Sherman McDaniel is a Realtor with Coldwell Banker, serving the Washington, D.C. and Newport News areas since 2001. She has been consistently recognized as a Coldwell Banker “Top Producer” and was welcomed into the Circle of Excellence in 2003 for overall customer care in representing sellers as well as buyers. Before become a Realtor, she worked in state and local government for more than 27 years. The following is sponsored content authored by Ms. McDaniel.
Looking to shorten your commute? Maybe buy a home closer to work?
Credit Karma entices you to check your credit score. Some credit card monthly statements show your credit score and you routinely get invitations to sign up for a service to notify you when something will impact your credit score. Fantastic! Especially if all indications are that you have a credit score in the upper 800s. The world is your oyster, right? You could qualify for a mortgage with your eyes closed and one hand tied behind your back.
Not so fast. None of your credit scores, which are generated by an internet algorithm, will be used by a lender to evaluate your credit-worthiness while applying for a mortgage. These credit scores won’t affect the interest rates you will be quoted or the lender fees that will be charged, regardless of whether your application is accepted.
The Consumer Financial Protection Bureau has entered into a settlement agreement with Experian based on the bureau’s findings that Experian “deceptively marketed credit scores to consumers by misrepresenting them as being the same as what their lender would use in determining whether and on what terms to offer a loan.”
The Importance of FICO Scores
In determining your credit-worthiness for a mortgage and their risk factors, mortgage providers, (brokers and direct lenders) use what is called a “tri-merge” credit score. To create the tri-merge score, mortgage providers take the scores provided by the three major credit-reporting agencies (your FICO score) and use the middle of the three.
Fannie Mae and Freddie Mac mandate the use of the FICO scores. The higher the FICO score, the lower the risk to the lender, so the more attractive your interest rate will be and the lower the cost to you overall.
To complicate things even more, not all FICO scores are created equally. There are many “models” for FICO scores that have evolved over several years and each “model” has its own components.
Which FICO Model?
The most recent FICO model is 9, while the most widely used model is FICO 8. However, the majority of mortgage providers use the older models that are specific to Fannie Mae and Freddie Mac, which have not yet updated their respective scoring models. The differences between outcomes using the different models may not be substantial, but they could be significant for some borrowers.

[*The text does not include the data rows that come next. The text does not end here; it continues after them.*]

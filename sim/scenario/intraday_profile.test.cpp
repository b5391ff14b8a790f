// Tests of the intraday profiles. Every expected value here is computed by hand from the
// definitions (shares are weights divided by their sum; arrivals are uniform within an hour), not
// taken from the code under test.

#include "sim/scenario/intraday_profile.hpp"

#include <algorithm>
#include <catch2/catch.hpp>
#include <numeric>
#include <string>
#include <vector>

namespace {

/// Index of the largest share (the first when tied).
size_t peak_index(const std::vector<double>& shares) {
  return static_cast<size_t>(std::max_element(shares.begin(), shares.end()) - shares.begin());
}

}  // namespace

TEST_CASE("every named profile gives one share per opening hour, summing to 1", "[scenario]") {
  for (const auto name : larder::kIntradayProfiles) {
    INFO(std::string(name));
    CHECK(larder::is_intraday_profile(name));
    const std::vector<double> shares = larder::intraday_shares(name, {}, 8, 20);
    REQUIRE(shares.size() == 12);  // 8:00 to 20:00
    CHECK(std::accumulate(shares.begin(), shares.end(), 0.0) == Approx(1.0).epsilon(1e-12));
    for (const double s : shares) CHECK(s > 0.0);
  }
  CHECK_FALSE(larder::is_intraday_profile("lunch"));
}

TEST_CASE("flat gives equal shares", "[scenario]") {
  // By hand: 12 opening hours, 1/12 each.
  for (const double s : larder::intraday_shares("flat", {}, 8, 20)) {
    CHECK(s == Approx(1.0 / 12.0).epsilon(1e-12));
  }
}

TEST_CASE("a list of weights is normalised as given", "[scenario]") {
  // By hand: weights 1, 2, 3, 2 sum to 8, so the shares are 1/8, 2/8, 3/8, 2/8.
  const std::vector<double> weights = {1, 2, 3, 2};
  const std::vector<double> shares = larder::intraday_shares("flat", weights, 8, 12);
  REQUIRE(shares.size() == 4);
  CHECK(shares[0] == Approx(0.125));
  CHECK(shares[1] == Approx(0.25));
  CHECK(shares[2] == Approx(0.375));
  CHECK(shares[3] == Approx(0.25));
  // The weights win over the profile name.
  CHECK(larder::intraday_shares("evening_peak", weights, 8, 12) == shares);
  // Zero weights are allowed (an hour without customers) as long as one is not zero.
  const std::vector<double> gap = {0, 3, 1};
  const std::vector<double> g = larder::intraday_shares("flat", gap, 8, 11);
  CHECK(g[0] == 0.0);
  CHECK(g[1] == Approx(0.75));
  CHECK(g[2] == Approx(0.25));
}

TEST_CASE("the peaks fall in the hours their names say", "[scenario]") {
  // intraday_profile.hpp: the bells are centred at 8:30, 12:30 and 17:30, so the largest share is
  // the hour starting at 8:00, 12:00 and 17:00. Index = clock hour - opening hour (8).
  CHECK(peak_index(larder::intraday_shares("morning_peak", {}, 8, 20)) == 0);  // 8:00
  CHECK(peak_index(larder::intraday_shares("midday_peak", {}, 8, 20)) == 4);   // 12:00
  CHECK(peak_index(larder::intraday_shares("evening_peak", {}, 8, 20)) == 9);  // 17:00
  // With other opening hours the peak stays at the same clock hour.
  CHECK(peak_index(larder::intraday_shares("evening_peak", {}, 6, 22)) == 11);  // 17:00
  // Shares fall away from the peak on both sides.
  const std::vector<double> e = larder::intraday_shares("evening_peak", {}, 8, 20);
  CHECK(e[8] < e[9]);
  CHECK(e[10] < e[9]);
  CHECK(e[0] < e[8]);
}

TEST_CASE("elapsed_share is linear within an hour", "[scenario]") {
  // By hand, flat over 4 hours (a quarter each): 1.5 hours after opening, one whole hour and half
  // of the next have passed, 0.25 + 0.5 * 0.25 = 0.375.
  const std::vector<double> flat = larder::intraday_shares("flat", {}, 8, 12);
  CHECK(larder::elapsed_share(flat, 0.0) == 0.0);
  CHECK(larder::elapsed_share(flat, 1.5) == Approx(0.375));
  CHECK(larder::elapsed_share(flat, 2.25) == Approx(0.5625));  // 0.5 + 0.25 * 0.25
  CHECK(larder::elapsed_share(flat, 4.0) == Approx(1.0));
  CHECK(larder::elapsed_share(flat, 6.0) == Approx(1.0));  // after closing: the whole day
  // By hand, weights 1, 2, 3, 2 (shares 1/8, 2/8, 3/8, 2/8): 2.5 hours after opening,
  // 1/8 + 2/8 + 0.5 * 3/8 = 0.5625.
  const std::vector<double> weights = {1, 2, 3, 2};
  const std::vector<double> w = larder::intraday_shares("flat", weights, 8, 12);
  CHECK(larder::elapsed_share(w, 2.5) == Approx(0.5625));
  CHECK(larder::elapsed_share(w, 3.0) == Approx(0.75));
}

If you are considering entering the housing market, especially one as competitive as Washington, D.C., it’s imperative for you to shop around for a mortgage provider who will deliver the best rates and the best package for you over the length of the loan. Ask each mortgage provider which model was used to generate your FICO score. Under no circumstances should you give anything but passing consideration to a generic score available to you through any source other than the lender providing you estimates of mortgage rates and costs specifically prepared for you.